_Exercise_
From the entries below, gather every line containing the string "approx".

_Extracted data_
[Start of Attachment]
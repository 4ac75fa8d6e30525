"""How far the drain's field reaches: transcendental equations of round and plane sections, stable hyperbolic ratios."""

from __future__ import annotations

import numpy as np
import pytest
from scipy.optimize import brentq
from scipy.special import j0, j1, jn_zeros, y0, y1

from tests.synthetic import rectangle_mesh, round_mesh
from wiresolve.errors import InputError
from wiresolve.fem.mesh import Mesh
from wiresolve.fem.space import Space
from wiresolve.physics.scale_length import drain_coupling, scale_length_nm

CORE_NM, RADIUS_NM = 8.0, 12.0


def solved(mesh: Mesh, permittivity: np.ndarray, held: np.ndarray) -> float:
    """Scale length of a mesh with a permittivity a region and flags of the held points."""
    space = Space(mesh)
    kappa = permittivity[mesh.region[space.cells]]
    stiffness, mass = space.matrix({("x", "x"): kappa, ("y", "y"): kappa}), space.matrix({("1", "1"): kappa})
    return scale_length_nm(stiffness, mass, ~held[space.nodes])


def round_equation(inverse: float, inner: float, outer: float) -> float:
    """Zero where J0(r/l) inside joins a solution that vanishes on the gate, with continuous kappa du/dr."""
    a, b = CORE_NM * inverse, RADIUS_NM * inverse
    value, slope = j0(a) * y0(b) - y0(a) * j0(b), -(j1(a) * y0(b) - y1(a) * j0(b))
    return float(-inner * j1(a) * value - outer * j0(a) * slope)


@pytest.mark.parametrize(("inner", "outer"), [(11.7, 3.9), (12.0, 20.0), (1.0, 1.0)])
def test_round_wrap_gate_against_bessel_functions(inner: float, outer: float) -> None:
    mesh = round_mesh(2.5)
    on_gate = np.abs(np.hypot(*mesh.points.T) - RADIUS_NM) < 1e-9
    # regions: 0 the shell, 1 the core; the lowest root lies below the zero of J0 at the core alone
    inverse = brentq(lambda x: round_equation(x, inner, outer), 0.3 / RADIUS_NM, 2.404 / CORE_NM, xtol=1e-15)
    assert solved(mesh, np.array([outer, inner]), on_gate) == pytest.approx(1 / inverse, rel=1e-8)
    if inner == outer:
        assert 1 / inverse == pytest.approx(RADIUS_NM / jn_zeros(0, 1)[0], rel=1e-12)


def test_two_plates_and_one() -> None:
    mesh = rectangle_mesh(9.0, 6.0, 2.0)
    top, bottom = (np.abs(mesh.points[:, 1] - y) < 1e-9 for y in (3.0, -3.0))
    # sin(pi y/t) between two plates, a quarter wave above one
    assert solved(mesh, np.array([7.0]), top | bottom) == pytest.approx(6 / np.pi, rel=1e-9)
    assert solved(mesh, np.array([7.0]), bottom) == pytest.approx(12 / np.pi, rel=1e-9)
    everywhere = top | bottom | (np.abs(np.abs(mesh.points[:, 0]) - 4.5) < 1e-9)
    expected = 1 / (np.pi * np.hypot(1 / 9, 1 / 6))
    assert solved(mesh, np.array([7.0]), everywhere) == pytest.approx(expected, rel=1e-8)


def test_without_a_gate_nothing_screens() -> None:
    mesh = rectangle_mesh(9.0, 6.0, 3.0)
    with pytest.raises(InputError, match="screens"):
        solved(mesh, np.array([7.0]), np.zeros(len(mesh.points), dtype=bool))


def test_drain_coupling_is_the_ratio_of_hyperbolic_sines() -> None:
    scale, length = 5.0, np.array([1.0, 12.0, 60.0])
    for where in (0.2, 0.5, 1.0):
        expected = np.sinh(where * length / scale) / np.sinh(length / scale)
        assert drain_coupling(scale, length, where) == pytest.approx(expected, rel=1e-13)
    assert drain_coupling(scale, length, 0.5) == pytest.approx(1 / (2 * np.cosh(length / 10)), rel=1e-13)
    # far too long or short for a plain ratio
    assert float(drain_coupling(1.0, 1e5, 0.5)) == 0
    assert float(drain_coupling(1.0, 1400.0, 0.5)) == pytest.approx(np.exp(-700.0), rel=1e-12)
    assert float(drain_coupling(1.0, 1e-12, 0.25)) == pytest.approx(0.25, rel=1e-10)
    assert drain_coupling(1.0, 3.0, 0.0) == 0


@pytest.mark.parametrize("given", [(0.0, 1.0, 0.5), (1.0, -1.0, 0.5), (1.0, 1.0, 1.2)])
def test_bad_lengths_are_refused(given: tuple[float, float, float]) -> None:
    with pytest.raises(InputError):
        drain_coupling(*given)
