"""Every reference value of tests/truth: the program agrees in as many digits as the entry claims."""

from __future__ import annotations

import importlib.util
from pathlib import Path
from typing import Any

import pytest

SCRIPT = Path(__file__).resolve().parents[1] / "scripts" / "agreed_digits.py"
specification = importlib.util.spec_from_file_location("agreed_digits", SCRIPT)
assert specification is not None and specification.loader is not None
agreed_digits = importlib.util.module_from_spec(specification)
specification.loader.exec_module(agreed_digits)

ENTRIES: list[dict[str, Any]] = agreed_digits.load()


def test_there_are_reference_values() -> None:
    assert ENTRIES


@pytest.mark.parametrize("entry", ENTRIES, ids=[entry["id"] for entry in ENTRIES])
def test_program_agrees(entry: dict[str, Any]) -> None:
    found = entry["compute"]()
    assert agreed_digits.agrees(entry, found), (
        f"deviates by {agreed_digits.deviation(entry, found):.2e}; {entry['digits']} digits are claimed because "
        f"{entry['tolerance_reason']}"
    )


@pytest.mark.parametrize("entry", ENTRIES, ids=[entry["id"] for entry in ENTRIES])
def test_entry_names_its_source(entry: dict[str, Any]) -> None:
    assert entry["source"].strip()
    assert entry["tolerance_reason"].strip()
    assert entry["digits"] >= 1


def test_a_deviating_value_is_seen() -> None:
    entry = {"id": "probe", "value": [2.0, 4.0], "digits": 3}
    assert agreed_digits.agrees(entry, [2.0, 4.003])
    assert not agreed_digits.agrees(entry, [2.0, 4.005])
    assert not agreed_digits.agrees(entry, [float("nan"), 4.0])
    with pytest.raises(ValueError, match="1 values computed, 2 wanted"):
        agreed_digits.agrees(entry, [2.0])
[End of Attachment]
_The answer_
    assert solved(mesh, np.array([outer, inner]), on_gate) == pytest.approx(1 / inverse, rel=1e-8)
        assert 1 / inverse == pytest.approx(RADIUS_NM / jn_zeros(0, 1)[0], rel=1e-12)
    assert solved(mesh, np.array([7.0]), top | bottom) == pytest.approx(6 / np.pi, rel=1e-9)
    assert solved(mesh, np.array([7.0]), bottom) == pytest.approx(12 / np.pi, rel=1e-9)
    assert solved(mesh, np.array([7.0]), everywhere) == pytest.approx(expected, rel=1e-8)
        assert drain_coupling(scale, length, where) == pytest.approx(expected, rel=1e-13)
    assert drain_coupling(scale, length, 0.5) == pytest.approx(1 / (2 * np.cosh(length / 10)), rel=1e-13)
    assert float(drain_coupling(1.0, 1400.0, 0.5)) == pytest.approx(np.exp(-700.0), rel=1e-12)
    assert float(drain_coupling(1.0, 1e-12, 0.25)) == pytest.approx(0.25, rel=1e-10)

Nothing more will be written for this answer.